I had toasted bread and water for breakfast. After watching Ruth, I discovered that to turn the hot plate on, I had to turn the knob under a burner and after lighting a match, ignite the burner to a whoosh of flame! To toast the bread, I cut a big hunk from the solid loaf wrapped in white paper which sat on the bench top, and then placed it on a fly screen-like covered metal frame, which then rested on the hotplate burner. After one side was brown enough, I just flipped the bread--and hey, presto! Toast! It was nice with some butter, and crunchy crusts. I decided that Australia definitely had the secret to good bread!
Throwing on some clothes after my shower, I started my adventure into town. We lived just on the 'other side of the tracks' to the township - but then --so did the small, wooden Catholic church that was located on our side street about 3 blocks up. So at least we were in good company!
The town was very quiet. Very quiet. But I discovered on Sundays that everything was shut. Everything. I walked up the main street--about 4 blocks long, and discovered a chemist shop, a furniture store, the famous to me now Butcher shop, and then crossing the side lane there was a 'Milk Bar' - a sort of cafe which sold fruit, and hamburgers--(my takeaway shop!) and of course milk etc..
On the same side of this street there were also some pubs--the lower pub, the middle and what should have been the top--but I think it burned down- my memory fades a bit!
On the other side of the street were some business areas for the grain and sheep industry, a hair studio run from the home of a local woman, a Holden car dealership, a post office (which became my confidant), an electrical store run by the parents of my future twin students, and a brick fronted cinema of sorts - also served as a meeting hall etc.
Nothing was open except for the Milk Bar, so I wondered inside. There were strange fruits, and vegetables, including large round pumpkins of various colours.

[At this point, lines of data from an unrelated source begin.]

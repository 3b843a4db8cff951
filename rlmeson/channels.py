"""Bethe–Salpeter channels as data: covariant basis, C-parity, decay and condensate
projectors.  The solver has no per-channel branches; adding a channel is adding an entry.

Covariants are built from the unit vectors q̂ (relative momentum) and P̂ (total
momentum; in the rest frame P = iM P̂ with P̂ = e₄ real), with the transverse part
q_T = q̂ − (q̂·P̂) P̂, so that every covariant is a polynomial in q̂ and P̂ (needed by
the angular reduction in ``ladder``).  A channel with a Lorentz index (vector) carries
an index axis of length 4; transverse covariants have a vanishing μ = 4 component.

The projection of a Dirac matrix X onto the basis uses the trace pairing
⟨τ_i, X⟩ = Σ_μ tr[τ_i^μ X^μ] and the inverse of the Gram matrix N_ik = ⟨τ_i, τ_k⟩.
"""

from __future__ import annotations

from dataclasses import dataclass
from typing import Callable

import numpy as np

from .dirac import GAMMA, GAMMA5, ONE, slash


def _transverse(qh, ph):
    z = np.einsum("...m,...m->...", qh, ph)
    return qh - z[..., None] * ph


def _four_structures(qh, ph):
    """{1, q̸_T, P̸̂, q̸_T P̸̂} as (..., 4, 4, 4)."""
    qt = slash(_transverse(qh, ph))
    pp = slash(ph)
    one = np.broadcast_to(ONE, qt.shape)
    return np.stack([one, qt, pp, qt @ pp], axis=-3)


def _pseudoscalar(qh, ph):
    s = _four_structures(qh, ph)  # (..., 4, 4, 4)
    return (GAMMA5 @ s)[..., :, None, :, :]  # index axis of length 1


def _scalar_like(qh, ph):
    return _four_structures(qh, ph)[..., :, None, :, :]


def _vector(qh, ph):
    s = _four_structures(qh, ph)  # (..., 4, 4, 4)
    qt = _transverse(qh, ph)
    gt = GAMMA - np.einsum("...m,...n,nab->...mab", ph, ph, GAMMA)  # γ_μ^T (..., 4, 4, 4)
    first = np.einsum("...mab,...kbc->...kmac", gt, s)  # γ^T_μ · Y_k
    second = qt[..., None, :, None, None] * s[..., :, None, :, :]  # q^T_μ · Y_k
    return np.concatenate([first, second], axis=-4)  # (..., 8, 4, 4, 4)


@dataclass(frozen=True)
class Channel:
    name: str
    jpc: str
    c_parity: int
    covariants: Callable  # (q̂, P̂) -> (..., n_basis, n_index, 4, 4)
    n_basis: int
    n_index: int
    polarisations: int
    # decay constant:  f = Z₂ N_c · decay_factor(M) / polarisations · ∫_q Σ_μ tr[D^μ χ^μ]
    decay_projector: Callable | None = None  # (P̂) -> (n_index, 4, 4)
    decay_factor: Callable | None = None     # M -> complex
    # in-meson condensate: ρ = condensate_factor · Z₄ N_c ∫_q tr[D χ]
    condensate_projector: Callable | None = None
    condensate_factor: complex = 0.0
    basis_labels: tuple[str, ...] = ()

    def basis(self, qh, ph) -> np.ndarray:
        return self.covariants(np.asarray(qh, dtype=complex), np.asarray(ph, dtype=complex))

    def gram(self, qh, ph) -> np.ndarray:
        t = self.basis(qh, ph)
        return np.einsum("...imab,...kmba->...ik", t, t)

    def project(self, qh, ph, x) -> np.ndarray:
        """Coefficients of X (..., n_index, 4, 4) in the basis at (q̂, P̂)."""
        t = self.basis(qh, ph)
        rhs = np.einsum("...imab,...mba->...i", t, x)
        return np.linalg.solve(self.gram(qh, ph), rhs[..., None])[..., 0]


_REGISTRY: dict[str, Channel] = {}


def register(ch: Channel) -> Channel:
    _REGISTRY[ch.name] = ch
    return ch


def get(name: str) -> Channel:
    return _REGISTRY[name]


def registered(meson_only: bool = True) -> tuple[str, ...]:
    return tuple(sorted(k for k, c in _REGISTRY.items() if not meson_only or c.c_parity != 0))


PSEUDOSCALAR = register(Channel(
    name="pseudoscalar", jpc="0-+", c_parity=+1, covariants=_pseudoscalar, n_basis=4, n_index=1,
    polarisations=1,
    decay_projector=lambda ph: (GAMMA5 @ slash(ph))[None],
    decay_factor=lambda m: 1.0 / (1j * m),
    condensate_projector=lambda ph: GAMMA5[None],
    condensate_factor=-1j,
    basis_labels=("γ5", "γ5 γ·q_T", "γ5 γ·P̂", "γ5 γ·q_T γ·P̂"),
))

VECTOR = register(Channel(
    name="vector", jpc="1--", c_parity=-1, covariants=_vector, n_basis=8, n_index=4,
    polarisations=3,
    decay_projector=lambda ph: GAMMA.copy(),
    decay_factor=lambda m: 1.0 / m,
    basis_labels=("γ_μ^T", "γ_μ^T γ·q_T", "γ_μ^T γ·P̂", "γ_μ^T γ·q_T γ·P̂",
                  "q_μ^T", "q_μ^T γ·q_T", "q_μ^T γ·P̂", "q_μ^T γ·q_T γ·P̂"),  # order of _vector
))

#: The Dirac structure of a quark propagator at complex momentum q + ηP (not a meson).
QUARK = register(Channel(
    name="quark", jpc="", c_parity=0, covariants=_scalar_like, n_basis=4, n_index=1,
    polarisations=1, basis_labels=("1", "γ·q_T", "γ·P̂", "γ·q_T γ·P̂"),
))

The owner's name was George. (I was to find out later that most of the Milk Bar owners were Greek and usually named George)--but he was friendly and curious enough to talk with me.
"So, do ya want anything?"
"Not sure. What can I have? I mean, I just have some money with me, and don't know what it will buy!"....I laid it out on the counter, and we decided that I could have a milkshake--
"You just new?"
"Yep--I mean, yes. I am going to teach at the high school!'
"Oh! You the new Yank teacher?", he said smiling.
Grinning, I said, "Yes. I suppose I am. I think I am the only Yank here, is that right?"
"Yeah the only one now. Used to have a bloke here, but he left--not a bad guy--just talked a lot.." He grinned at me when he said that.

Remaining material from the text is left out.